Brunei Güneydoğu Asya’nın çok bilinmeyen 450 bin nüfuslu küçük bir ülkesi. Bu bilinmezlikte ülkenin yönetim şeklinin hakimiyeti oldukça büyük. Brunei, şeriatın hüküm sürdüğü mutlak monarşi ile yönetilen otoriter rejimli bir İslam ülkesi.
Peki… Bu kadar küçük bir ülkenin dünyanın en zengin 5 ülkesinden biri olduğunu bilseniz ne düşürdünüz?
Nereden Geliyor Bu Zenginlik?
Brunei Ülkesinin en önemli gelir kaynağı bulunduğu coğrafyanın ona verdiği nimetler olan zengin petrol ve doğalgaz yataklarıdır. Sahip olduğu bu nimetler onu dünyanın en zengin ülkelerinden biri yapmaya yetiyor da artıyor bile. 5 Nisan 1929 yılında Brunei topraklarında petrolün keşfedilmesiyle birlikte ülkenin asıl zenginleşmesi başlıyor. Ancak bu dönemde ülke kendi imkânlarıyla petrolü çıkartamadığı için bir İngiliz-Hollanda şirketi olan Shell’in yardımıyla ilk petrolünü çıkartıyor ve Brunei ile Shell arasında bugün bile devam eden ezeli bir ortaklık başlıyor. Shell’in ülke ekonomisindeki etkinliği azımsanamayacak kadar çok. Hatta Shell, ülkede çıkan petrollerinin %49’unun üzerinde hak sahibi.
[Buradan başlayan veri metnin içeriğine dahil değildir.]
//! Loading matrix text, `.npy` and `.npz` through `load_map`: good files (values, SI units,
//! orientation, reversal) and bad ones (each error names the file and the problem). Files
//! written by NumPy itself are used when python3 with numpy is available; otherwise those tests
//! print a note and return.

use fanmark_core::io::{load_map, Format, LoadOptions, MatrixOptions};
use fanmark_core::progress::{NoProgress, Progress};
use fanmark_core::{ChannelKind, Error, Quantity};
use std::path::{Path, PathBuf};
use std::process::Command;
use std::sync::atomic::{AtomicU64, AtomicUsize, Ordering};

static COUNTER: AtomicUsize = AtomicUsize::new(0);

fn scratch() -> PathBuf {
    let d = std::env::temp_dir().join(format!(
        "fanmark-loaders-it-{}-{}",
        std::process::id(),
        COUNTER.fetch_add(1, Ordering::Relaxed)
    ));
    std::fs::create_dir_all(&d).unwrap();
    d
}

/// A version-1 `.npy` written byte by byte as the format's documentation lays it out.
fn npy_bytes(descr: &str, shape: &str, body: &[u8]) -> Vec<u8> {
    let mut dict = format!("{{'descr': '{descr}', 'fortran_order': False, 'shape': {shape}, }}");
    while (10 + dict.len() + 1) % 64 != 0 {
        dict.push(' ');
    }
    dict.push('\n');
    let mut out = b"\x93NUMPY\x01\x00".to_vec();
    out.extend((dict.len() as u16).to_le_bytes());
    out.extend(dict.as_bytes());
    out.extend(body);
    out
}

fn f64s(v: &[f64]) -> Vec<u8> {
    v.iter().flat_map(|x| x.to_le_bytes()).collect()
}

fn err(path: &Path, opts: &LoadOptions) -> String {
    match load_map(path, opts, &NoProgress) {
        Ok(_) => panic!("{} loaded but should have failed", path.display()),
        Err(e) => e.to_string(),
    }
}

/// Run python3 with numpy; `None` (and a printed note) when either is missing.
fn python_numpy(script: &str) -> Option<()> {
    let ok = Command::new("python3")
        .args(["-c", "import numpy"])
        .output()
        .map(|o| o.status.success())
        .unwrap_or(false);
    if !ok {
        eprintln!("note: python3 with numpy is not available; skipping a NumPy-written-file test");
        return None;
    }
    let out = Command::new("python3")
        .args(["-c", script])
        .output()
        .unwrap();
    assert!(
        out.status.success(),
        "python failed: {}",
        String::from_utf8_lossy(&out.stderr)
    );
    Some(())
}

#[derive(Default)]
struct CountingProgress {
    starts: AtomicU64,
    last: AtomicU64,
    finishes: AtomicU64,
}

impl Progress for CountingProgress {
    fn start(&self, _what: &str, _total: u64) {
        self.starts.fetch_add(1, Ordering::Relaxed);
    }
    fn set(&self, done: u64) {
        self.last.store(done, Ordering::Relaxed);
    }
    fn finish(&self) {
        self.finishes.fetch_add(1, Ordering::Relaxed);
    }
}

#[test]
fn matrix_text_through_load_map_in_si_with_reversal() {
    let d = scratch();
    // Gate in mV decreasing along the columns, field in T increasing, R_xx in kΩ, tab
    // delimited, Windows line ends, a BOM and a comment.
    let p = d.join("sweep.mat");
    std::fs::write(
        &p,
        "\u{feff}# cooldown 3\r\nB\\Vg\t50\t0\t-50\r\n0\t1.5\t2.5\tnan\r\n2\t4\t5\t6\r\n",
    )
    .unwrap();
    let opts = LoadOptions {
        matrix: MatrixOptions {
            x_header: Some("Vg (mV)".into()),
            channel_header: Some("rxx_kohm".into()),
            ..MatrixOptions::default()
        },
        ..LoadOptions::default()
    };
    let progress = CountingProgress::default();
    let m = load_map(&p, &opts, &progress).unwrap();
    assert_eq!(m.x().values(), &[-0.05, 0.0, 0.05]);
    assert_eq!(m.x().quantity, Quantity::Gate);
    assert_eq!(m.x().unit, "V");
    assert_eq!(m.y().values(), &[0.0, 2.0]);
    let c = m.channel("rxx").unwrap();
    assert_eq!(c.kind, ChannelKind::Rxx);
    assert_eq!(c.unit, "Ω");
    assert!(c.data[[0, 0]].is_nan());
    assert_eq!(c.data[[0, 2]], 1500.0);
    assert_eq!(c.data[[1, 0]], 6000.0);
    assert_eq!(m.meta.source.as_deref(), Some(p.as_path()));
    assert_eq!(progress.starts.load(Ordering::Relaxed), 1);
    assert_eq!(progress.finishes.load(Ordering::Relaxed), 1);
    assert!(progress.last.load(Ordering::Relaxed) > 0);

    // A .txt file is long-format CSV by default; forcing the format reads it as a matrix.
    let q = d.join("sweep.txt");
    std::fs::copy(&p, &q).unwrap();
    let forced = LoadOptions {
        format: Some(Format::Matrix),
        ..opts
    };
    assert_eq!(load_map(&q, &forced, &NoProgress).unwrap().shape(), (2, 3));
}

#[test]
fn matrix_text_errors_name_file_and_problem() {
    let d = scratch();
    let opts = LoadOptions {
        format: Some(Format::Matrix),
        ..LoadOptions::default()
    };
    let cases: [(&str, &str, &[&str]); 5] = [
        (
            "const.txt",
            "x 1 2\n0.5 1 2\n0.5 3 4\n",
            &["const.txt", "b_T", "constant"],
        ),
        (
            "zigzag.txt",
            "x 1 3 2\n0 1 2 3\n1 3 4 5\n",
            &["zigzag.txt", "vg_V", "not monotonic", "point 3"],
        ),
        (
            "word.txt",
            "x 1 2\n0 1 two\n",
            &["word.txt:2", "column 3", "`two`"],
        ),
        (
            "ragged.txt",
            "x 1 2\n0 1 2\n1 3 4 5\n",
            &["ragged.txt:3", "4 cells", "has 3"],
        ),
        ("empty.txt", "", &["empty.txt", "empty"]),
    ];
    for (name, text, needles) in cases {
        let p = d.join(name);
        std::fs::write(&p, text).unwrap();
        let e = err(&p, &opts);
        for n in needles {
            assert!(e.contains(n), "{name}: `{n}` missing from: {e}");
        }
    }
    // Axis file with the wrong length: both numbers are named.
    let p = d.join("body.txt");
    std::fs::write(&p, "1,2,3\n4,5,6\n").unwrap();
    let xf = d.join("gate.txt");
    std::fs::write(&xf, "0\n1\n2\n3\n").unwrap();
    let yf = d.join("field.txt");
    std::fs::write(&yf, "0 1\n").unwrap();
    let bad = LoadOptions {
        format: Some(Format::Matrix),
        matrix: MatrixOptions {
            x_axis_file: Some(xf),
            y_axis_file: Some(yf),
            ..MatrixOptions::default()
        },
        ..LoadOptions::default()
    };
    let e = err(&p, &bad);
    assert!(
        e.contains("body.txt")
            && e.contains("gate.txt")
            && e.contains("4 values")
            && e.contains("3 columns"),
        "{e}"
    );
}

#[test]
fn missing_path_and_directory_are_refused_by_name() {
    let d = scratch();
    let missing = d.join("nowhere.npz");
    let e = load_map(&missing, &LoadOptions::default(), &NoProgress).unwrap_err();
    assert!(matches!(e, Error::Io { .. }), "{e}");
    assert!(e.to_string().contains("nowhere.npz"), "{e}");
    let dir = d.join("folder.npy");
    std::fs::create_dir_all(&dir).unwrap();
    let e = load_map(&dir, &LoadOptions::default(), &NoProgress).unwrap_err();
    assert!(matches!(e, Error::IsDirectory { .. }), "{e}");
    assert!(e.to_string().contains("folder.npy"), "{e}");
}

#[test]
fn npy_good_and_bad_files() {
    let d = scratch();
    let x = [0.0, 1.0, 2.0];
    let y = [-1.0, 1.0];
    std::fs::write(d.join("r.x.npy"), npy_bytes("<f8", "(3,)", &f64s(&x))).unwrap();
    std::fs::write(d.join("r.y.npy"), npy_bytes("<f8", "(2,)", &f64s(&y))).unwrap();
    let p = d.join("r.npy");
    std::fs::write(
        &p,
        npy_bytes("<f8", "(2, 3)", &f64s(&[1.0, 2.0, 3.0, 4.0, 5.0, 6.0])),
    )
    .unwrap();
    let opts = LoadOptions {
        matrix: MatrixOptions {
            channel_header: Some("rxy_kohm".into()),
            ..MatrixOptions::default()
        },
        ..LoadOptions::default()
    };
    let m = load_map(&p, &opts, &NoProgress).unwrap();
    assert_eq!(m.channel("rxy").unwrap().data[[1, 2]], 6000.0);
    assert_eq!(m.y().values(), &y);

    // Wrong dtype.
    let c = d.join("cplx.npy");
    std::fs::write(&c, npy_bytes("<c16", "(2, 3)", &[0u8; 96])).unwrap();
    let e = err(&c, &opts);
    assert!(e.contains("cplx.npy") && e.contains("complex128"), "{e}");
    // Truncated body: expected and found byte counts.
    let t = d.join("cut.npy");
    std::fs::write(&t, npy_bytes("<f8", "(2, 3)", &f64s(&[1.0; 5]))).unwrap();
    let e = err(&t, &opts);
    assert!(
        e.contains("cut.npy") && e.contains("48 bytes") && e.contains("40 bytes"),
        "{e}"
    );
    // Header claiming far more than the file holds: refused, not allocated.
    let h = d.join("huge.npy");
    std::fs::write(
        &h,
        npy_bytes("<f8", "(4000000000, 4000000000)", &f64s(&[1.0; 6])),
    )
    .unwrap();
    let e = err(&h, &opts);
    assert!(
        e.contains("huge.npy") && (e.contains("truncated") || e.contains("impossibly")),
        "{e}"
    );
    // Empty file.
    let z = d.join("zero.npy");
    std::fs::write(&z, b"").unwrap();
    let e = load_map(&z, &opts, &NoProgress).unwrap_err();
    assert!(
        matches!(e, Error::EmptyFile { .. }) && e.to_string().contains("zero.npy"),
        "{e}"
    );
    // Axis vector of the wrong length (given explicitly, as text).
    let xf = d.join("four.txt");
    std::fs::write(&xf, "0\n1\n2\n3\n").unwrap();
    let bad = LoadOptions {
        matrix: MatrixOptions {
            x_axis_file: Some(xf),
            ..MatrixOptions::default()
        },
        ..LoadOptions::default()
    };
    let e = err(&p, &bad);
    assert!(
        e.contains("r.npy") && e.contains("(2, 3)") && e.contains("4 x values"),
        "{e}"
    );
}

#[test]
fn npz_written_by_the_benchmark_generator_loads() {
    let d = scratch();
    let csv = d.join("bench.csv");
    let script = format!(
        "import runpy, sys; sys.argv = ['gen_map.py', '50', '40', '{}']; \
         runpy.run_path('/work/shared/bench/gen_map.py', run_name='__main__')",
        csv.display()
    );
    if !Path::new("/work/shared/bench/gen_map.py").exists() || python_numpy(&script).is_none() {
        eprintln!("note: skipping the generator .npz test");
        return;
    }
    let npz = d.join("bench.npz");
    let m = load_map(&npz, &LoadOptions::default(), &NoProgress).unwrap();
    assert_eq!(m.shape(), (40, 50));
    assert_eq!(m.x().quantity, Quantity::Gate);
    assert_eq!(m.y().quantity, Quantity::Field);
    // The generator's axes: linspace(-40, 40, 50) V and linspace(0, 14, 40) T.
    assert!((m.x().min() + 40.0).abs() < 1e-9 && (m.x().max() - 40.0).abs() < 1e-9);
    assert!((m.y().max() - 14.0).abs() < 1e-9);
    // Every value must equal the CSV the same run wrote (same digits in both files).
    let text = std::fs::read_to_string(&csv).unwrap();
    let rxx = &m.channel("rxx").unwrap().data;
    let rxy = &m.channel("rxy").unwrap().data;
    let mut checked = 0;
    for (k, line) in text.lines().skip(1).enumerate() {
        let v: Vec<f64> = line.split(',').map(|s| s.parse().unwrap()).collect();
        let (i, j) = (k / 50, k % 50);
        assert_eq!(m.x().values()[j], v[0]);
        assert_eq!(m.y().values()[i], v[1]);
        assert_eq!(rxx[[i, j]], v[2], "rxx at row {i}, column {j}");
        assert_eq!(rxy[[i, j]], v[3], "rxy at row {i}, column {j}");
        checked += 1;
    }
    assert_eq!(checked, 2000);
}

#[test]
fn npy_written_by_numpy_fortran_order_and_other_dtypes() {
    let d = scratch();
    let script = format!(
        "import numpy as np\n\
         a = np.arange(6, dtype=np.float64).reshape(2, 3) * 1.5\n\
         np.save('{d}/f.npy', np.asfortranarray(a.astype(np.float32)))\n\
         np.save('{d}/f.x.npy', np.array([3.0, 2.0, 1.0]))\n\
         np.save('{d}/f.y.npy', np.array([0.0, 1.0]))\n\
         np.save('{d}/be.npy', a.astype('>i8'))\n\
         np.save('{d}/be.x.npy', np.array([1, 2, 3], dtype=np.int32))\n\
         np.save('{d}/be.y.npy', np.array([5.0, 6.0], dtype=np.float32))\n\
         np.save('{d}/bool.npy', a > 2)\n\
         np.save('{d}/bool.x.npy', np.array([1.0, 2.0, 3.0]))\n\
         np.save('{d}/bool.y.npy', np.array([1.0, 2.0]))\n",
        d = d.display()
    );
    if python_numpy(&script).is_none() {
        return;
    }
    let m = load_map(&d.join("f.npy"), &LoadOptions::default(), &NoProgress).unwrap();
    let c = &m.channel("rxx").unwrap().data;
    // x was decreasing (3, 2, 1): map column 0 is file column 2.
    assert_eq!(m.x().values(), &[1.0, 2.0, 3.0]);
    assert_eq!(c[[0, 0]], 3.0);
    assert_eq!(c[[1, 0]], 7.5);
    assert_eq!(c[[1, 2]], 4.5);
    let m = load_map(&d.join("be.npy"), &LoadOptions::default(), &NoProgress).unwrap();
    assert_eq!(m.channel("rxx").unwrap().data[[1, 1]], 6.0);
    assert_eq!(m.y().values(), &[5.0, 6.0]);
    let e = err(&d.join("bool.npy"), &LoadOptions::default());
    assert!(e.contains("bool.npy") && e.contains("bool"), "{e}");
}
Petrol üretiminin ülkenin refahında büyük bir rolünün olması nedeniyle 18 Temmuz 1991 yılında Sultan tarafından Brunei’nin Seria kentinde Billionth Barrel Monument (Milayarıncı Varil Anıtı) inşa ettiriliyor. Bu anıt, Seria petrol sahasında keşfedilen ilk kuyu olan S-1’in yakınına yer alıyor. Böylece bu anıtla 1929 yılında çıkarılan ilk petrol de anılmış oluyor.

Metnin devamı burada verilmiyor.